Univariate survival analysis was assessed using the R survival coxph function (P < 0.05) to identify the prognostic hub genes in the training cohort. Stepwise regression based on Akaike Information Criterion (AIC) was used to provide a balance between the goodness of model fit and the number of parameters required. Variables were dropped sequentially by evaluating the effects of their removal on the models AIC, where the lower the AIC, the better the fit.

Immunohistochemical Staining Evaluation

To validate the expression of 5 gene ssiganture, tissue microarrays comprised of 89 cases (45 cases of BRCA tissues, 44 cases of normal paired samples) were purchased from Shanghai Outdo Biotech Co., Ltd. The studies were conducted in accordance with the International Ethical Guidelines for Biomedical Research Involving Human Subjects (CIOMS), and the research protocols were approved by the Clinical Research Ethics Committee of First Affiliated Hospital of Jinzhou Medical University.
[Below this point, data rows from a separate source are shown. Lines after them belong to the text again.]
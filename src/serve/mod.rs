//! `pvhazard serve`: the calculations and the site files as a local web page, with a JSON API
//! for scripts.
//!
//! The server is one more front to the same code as the command line: a form or a JSON
//! object becomes the command line's options ([`crate::cli::api`]), the assessment runs, and
//! the HTML renderer ([`crate::report::html`]) lays the report out. What a request can reach
//! is fixed when the server starts: the site files and templates named on its command line,
//! and the records folder, read only for records this server wrote.

mod form;
mod listen;
mod pages;
mod routes;
mod sites;

use std::net::SocketAddr;
use std::path::PathBuf;

use crate::site::Site;
use crate::template::Template;

/// Where the server listens unless told otherwise: this machine only.
pub const DEFAULT_LISTEN: &str = "127.0.0.1:8765";

/// What the server offers, fixed at its start.
#[derive(Debug)]
pub struct Config {
    /// The address to listen on.
    pub listen: SocketAddr,
    /// The site files given, loaded.
    pub sites: Vec<Site>,
    /// The folder worksheets are written to; without it, the site pages make none.
    pub records: Option<PathBuf>,
    /// Templates offered beside the built-in ones.
    pub templates: Vec<Template>,
}

/// Why the server could not run.
#[derive(Debug, thiserror::Error)]
pub enum ServeError {
    /// The address could not be listened on (in use, not this machine's, no permission).
    #[error("cannot listen on {addr}: {source}; accepted: a free port on an address of this machine, e.g. --listen 127.0.0.1:8766")]
    Listen {
        /// The address.
        addr: SocketAddr,
        /// Why.
        source: std::io::Error,
    },
    /// The runtime could not start.
    #[error("cannot start the server: {0}")]
    Runtime(std::io::Error),
}

/// Runs the server until the process is stopped; `ready` is told the address it listens on
/// (the port chosen, where port 0 was asked for) once it accepts connections.
pub fn run(config: Config, ready: impl FnOnce(SocketAddr)) -> Result<(), ServeError> {
    let runtime = tokio::runtime::Builder::new_multi_thread()
        .worker_threads(2)
        // The calculations run here; a few at a time is all two cores can do.
        .max_blocking_threads(4)
        .enable_io()
        .enable_time()
        .build()
        .map_err(ServeError::Runtime)?;
    runtime.block_on(async move {
        let listener = tokio::net::TcpListener::bind(config.listen)
            .await
            .map_err(|source| ServeError::Listen {
                addr: config.listen,
                source,
            })?;
        let addr = listener.local_addr().map_err(|source| ServeError::Listen {
            addr: config.listen,
            source,
        })?;
        ready(addr);
        listen::serve(listener, routes::router(config)).await;
        Ok(())
    })
}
The TMA slides were incubated with anti-GP6 antibody (1:200 dilution; SAB - 47582), FKBP14 antibody (1:100 dilution; GENX SPAN- GXP155296), DCTN2 antibody (1:100 dilution; GENX SPAN- GXP187676), MAK antibody (1:100 dilution; GENX SPAN- GXP309295), TMEM156 antibody (1:100 dilution; Proteintech-25159-1-AP), and spend the night at 4C.
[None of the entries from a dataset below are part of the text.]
impl GasModel for RealGas {
    fn gas(&self) -> &'static Gas {
        self.gas
    }

    fn kind(&self) -> ModelKind {
        ModelKind::Real
    }

    fn describe(&self) -> String {
        format!(
            "real gas, the reference multiparameter equation of state ({}), R = {} J/(mol·K) as the equation gives it",
            self.gas.eos, self.eq.fluid.gas_constant
        )
    }

    fn check_gas_phase(&self, p: Pressure, t: ThermodynamicTemperature) -> Result<(), GasError> {
        let tk = t.get::<kelvin>();
        let f = &self.eq.fluid;
        let gas_below_triple = self
            .eq
            .sublimation
            .is_some_and(|s| s.gas_at(p.get::<pascal>(), tk));
        if tk < f.t_triple && !gas_below_triple {
            return Err(GasError::BelowTriplePoint {
                gas: self.gas.name,
                temperature_k: tk,
                min_k: f.t_triple,
            });
        }
        if tk < f.t_critical {
            if let Some(sat) = self.eq.saturation_t(tk) {
                if p.get::<pascal>() > sat.p {
                    return Err(GasError::Liquefied {
                        gas: self.gas.name,
                        pressure_pa: p.get::<pascal>(),
                        temperature_k: tk,
                        saturation_pa: sat.p,
                    });
                }
            }
        }
        Ok(())
    }

    fn saturation_temperature(&self, p: Pressure) -> Option<ThermodynamicTemperature> {
        self.eq
            .saturation_p(p.get::<pascal>())
            .map(|s| ThermodynamicTemperature::new::<kelvin>(s.t))
    }

    fn max_pressure(&self) -> Option<Pressure> {
        Some(Pressure::new::<pascal>(self.eq.fluid.p_max))
    }

    fn state_pt(&self, p: Pressure, t: ThermodynamicTemperature) -> Result<State, GasError> {
        self.check_gas_phase(p, t)?;
        let (pp, tk) = (p.get::<pascal>(), t.get::<kelvin>());
        let value = || format!("{} bar(a) at {tk:.2} K", crate::units::fmt_sig(pp / 1e5, 6));
        let props = self
            .eq
            .at_pt(pp, tk)
            .map_err(|e| self.error(e, "state", value()))?;
        Ok(State {
            pressure: p,
            temperature: t,
            density: MassDensity::new::<kilogram_per_cubic_meter>(props.rho),
            quality: None,
        })
    }

    fn state_rho_t(
        &self,
        rho: MassDensity,
        t: ThermodynamicTemperature,
    ) -> Result<State, GasError> {
        let (r, tk) = (rho.get::<kilogram_per_cubic_meter>(), t.get::<kelvin>());
        self.eq.at_rho_t(r, tk).map(|e| self.state(e)).map_err(|e| {
            self.error(
                e,
                "state",
                format!("{} kg/m3 at {tk:.2} K", crate::units::fmt_sig(r, 4)),
            )
        })
    }

    fn state_rho_s(&self, rho: MassDensity, s: SpecificHeatCapacity) -> Result<State, GasError> {
        let (r, sv) = (
            rho.get::<kilogram_per_cubic_meter>(),
            s.get::<joule_per_kilogram_kelvin>(),
        );
        self.on_isentrope(r, sv, self.eq.fluid.t_critical.max(250.0))
            .map(|e| self.state(e))
            .map_err(|e| {
                self.error(
                    e,
                    "state",
                    format!(
                        "the isentropic change to {} kg/m3",
                        crate::units::fmt_sig(r, 4)
                    ),
                )
            })
    }

    fn state_p_s(&self, p: Pressure, s: SpecificHeatCapacity) -> Result<State, GasError> {
        let (pp, sv) = (p.get::<pascal>(), s.get::<joule_per_kilogram_kelvin>());
        self.eq
            .at_p(pp, sv, |e| e.s, |p| p.cp / p.t)
            .map(|e| self.state(e))
            .map_err(|e| {
                self.error(
                    e,
                    "state",
                    format!(
                        "the isentropic expansion to {} bar(a)",
                        crate::units::fmt_sig(pp / 1e5, 4)
                    ),
                )
            })
    }

    fn state_rho_p(&self, rho: MassDensity, p: Pressure) -> Result<State, GasError> {
        let (r, pp) = (rho.get::<kilogram_per_cubic_meter>(), p.get::<pascal>());
        let guess = pp / (r * self.eq.r_specific());
        self.eq
            .at_rho(r, pp, guess, |e| e.p, |p| p.dp_dt)
            .map(|e| self.state(e))
            .map_err(|e| {
                self.error(
                    e,
                    "state",
                    format!(
                        "cooling at {} kg/m3 to {} bar(a)",
                        crate::units::fmt_sig(r, 4),
                        crate::units::fmt_sig(pp / 1e5, 4)
                    ),
                )
            })
    }

    fn state_rho_u(&self, rho: MassDensity, u: AvailableEnergy) -> Result<State, GasError> {
        self.rho_u(rho, u, self.eq.fluid.t_critical.max(250.0))
    }

    fn state_rho_u_near(
        &self,
        rho: MassDensity,
        u: AvailableEnergy,
        near: ThermodynamicTemperature,
    ) -> Result<State, GasError> {
        self.rho_u(rho, u, near.get::<kelvin>())
            .or_else(|_| self.state_rho_u(rho, u))
    }

    fn pressure_partials(&self, st: &State) -> Option<(f64, f64)> {
        // One phase: from (∂p/∂ρ)_T, (∂p/∂T)_ρ and cv, with (∂u/∂ρ)_T = (p − T·(∂p/∂T)_ρ)/ρ².
        // Two-phase: by differences along the saturation states.
        let Some(p) = self.equilibrium(st).single else {
            return super::pressure_partials_by_differences(self, st);
        };
        let du_drho = (p.p - p.t * p.dp_dt) / (p.rho * p.rho);
        Some((p.dp_drho - p.dp_dt * du_drho / p.cv, p.dp_dt / p.cv))
    }

    fn isobaric_heat_capacity(&self, st: &State) -> Option<SpecificHeatCapacity> {
        match self.equilibrium(st).single {
            Some(p) => Some(SpecificHeatCapacity::new::<joule_per_kilogram_kelvin>(p.cp)),
            None => super::heat_capacity_by_differences(self, st),
        }
    }

    fn internal_energy(&self, st: &State) -> AvailableEnergy {
        AvailableEnergy::new::<joule_per_kilogram>(self.equilibrium(st).u)
    }

    fn entropy(&self, st: &State) -> SpecificHeatCapacity {
        SpecificHeatCapacity::new::<joule_per_kilogram_kelvin>(self.equilibrium(st).s)
    }

    fn enthalpy(&self, st: &State) -> AvailableEnergy {
        AvailableEnergy::new::<joule_per_kilogram>(self.equilibrium(st).h)
    }

    fn nozzle(&self, stagnation: &State, back: Pressure) -> NozzleFlow {
        self.nozzle_flow(stagnation, back)
    }

    fn limitations(&self, st: &State) -> Vec<Caution> {
        let f = &self.eq.fluid;
        let tr = st.temperature.get::<kelvin>() / f.t_critical;
        let pr = st.pressure.get::<pascal>() / f.p_critical;
        let mut out = Vec::new();
        if (tr - 1.0).abs() < 0.05 && (pr - 1.0).abs() < 0.3 {
            out.push(Caution::new(
                Level::Caution,
                format!("{} is near its critical point here: its properties change steeply, so small errors in the pressure or temperature given make large differences in the results.", self.gas.name),
            ));
        }
        out
    }
}

#[cfg(test)]
mod tests {
    use super::*;
    use crate::gas::GASES;

    #[test]
    fn the_ancillary_densities_hold_well_inside_the_one_phase_margin() {
        // A density outside the ancillaries' saturated densities by the margin is taken as
        // one phase without a saturation solve: they must agree with the equation's own
        // Maxwell solution well within it, up to the solver's highest temperature (measured:
        // within 6.3 % for the pure gases, helium near its critical point the worst; air's
        // vapour curve, its dew line, lies up to 41 % below its Maxwell vapour).
        for eq in equations() {
            let (f, m) = (&eq.fluid, eq.fluid.molar_mass);
            for i in 0..=200 {
                let t = f.t_triple + (eq.t_sat_max - f.t_triple) * i as f64 / 200.0;
                let sat = eq.saturation_t(t).unwrap();
                let liquid = f.ancillary.rho_liquid.at(t) * m / sat.liquid.rho - 1.0;
                let vapour = f.ancillary.rho_vapour.at(t) * m / sat.vapour.rho - 1.0;
                let within = 0.75 * eq.one_phase_margin();
                assert!(
                    liquid.abs() < within && vapour.abs() < within,
                    "{} at {t} K: liquid {liquid}, vapour {vapour}",
                    f.gas
                );
            }
        }
    }

    #[test]
    fn every_catalogue_gas_has_its_equation_with_matching_constants() {
        // The catalogue's constants and the equations' come from the same papers (via
        // CoolProp 8.0.0): molar mass within 5e-5, critical temperature within 1e-3.
        for gas in GASES {
            let eq = equation(gas.name).unwrap_or_else(|| panic!("{} has no equation", gas.name));
            let f = &eq.fluid;
            assert!(
                (f.molar_mass / gas.molar_mass_kg_per_mol - 1.0).abs() < 5e-5,
                "{}",
                gas.name
            );
            assert!(
                (f.t_critical / gas.critical_temperature_k - 1.0).abs() < 1e-3,
                "{}",
                gas.name
            );
            assert!(
                eq.p_triple.is_finite() && eq.p_sat_max.is_finite(),
                "{}",
                gas.name
            );
        }
    }

    #[test]
    fn nitrogen_from_200_bar_ends_two_phase_at_its_boiling_point() {
        // source: CoolProp 8.0.0, PropsSI('T'/'Q', 'P', 101325, 'S', s(200 bar, 300 K),
        // 'Nitrogen') = 77.35499 K, quality 0.904460 (tests/reference/energy.csv holds more).
        let m = RealGas::new(Gas::find("nitrogen").unwrap());
        let st = m
            .state_pt(
                Pressure::new::<pascal>(200e5),
                ThermodynamicTemperature::new::<kelvin>(300.0),
            )
            .unwrap();
        let end = m
            .state_p_s(Pressure::new::<pascal>(101_325.0), m.entropy(&st))
            .unwrap();
        assert!((end.temperature.get::<kelvin>() - 77.35499).abs() < 1e-4);
        assert!((end.quality.unwrap() - 0.904460).abs() < 1e-6);
        // The mixture's u is between the saturated liquid's and vapour's.
        let u = m.internal_energy(&end).get::<joule_per_kilogram>();
        let sat = m.equation().saturation_p(101_325.0).unwrap();
        assert!(u > sat.liquid.u && u < sat.vapour.u);
    }
}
The stained score were evaluated by three pathologists who were blinded to patients' clinical characteristics. The scoring system was based on the proportion of positive cells in all tissue cells and the staining intensity of these positive cells. The intensity of staining was classified as 0 (negative), 1 (weak), 2 (moderate), or 3 (strong). The staining ratio of positive cells was: 0 (<5%), 1 (5–25%), 2 (26–50%), 3 (51–75%), or 4 (> 75%). According to the staining intensity and the proportion of positive cells, the immunohistochemical results were divided into 0–1 grade, negative (–); > 1–4, weakly positive (+); > 4–8, moderately positive (++), and > 8–12, strong positive (+++).

Results

Identification of Differentially Expressed Genes and Functional Enrichment

The DEGs were filtered with thresholds of P < 0.05 and Fold Change (FC) >1.2. There were 979 DEGs including 367 upregulated and 612 downregulated genes between the responder and non-responder groups were identified. The volcano plot and heat map showed that the DEGs between the responder and non-responder groups were mainly downregulated genes (Figures 1A,B). The DEGs were listed in Supplementary Table 1.

FIGURE 1

Figure 1. Identification of differentially expressed genes between the Responder and Non-responder group and functional enrichment. (A) Volcano plot, red represents up-regulation, and green represents down-regulation. The abscissa represents log2FC, and the ordinate represents p-value; (B) Heat map of differentially expressed gene expression of Responder and Non-responder group; (C) Differentially expressed genes enriched in Biological process; (D) Differentially expressed genes enriched in Cellular component; (E) Differentially expressed genes enriched in Molecular function; (F) Differentially expressed genes enriched in pathways. The abscissa represents the percentage of gene enrichment; the ordinate represents the enriched function or pathway.

The 979 DEGs between the responder and non-responder groups were subjected to GO functional enrichment analysis and KEGG pathway analysis by the R package WebGestaltR (v0.4.3). There were 10 significantly enriched biological process annotation terms with a False Discovery Rate (FDR) smaller than 0.05 presented (Figure 1C); 56 significantly enriched cellular component annotation terms (Figure 1D); and 3 significantly enriched molecular function annotation terms (Figure 1E). Besides, 10 KEGG pathways were identified (Figure 1F, Supplementary Table 2).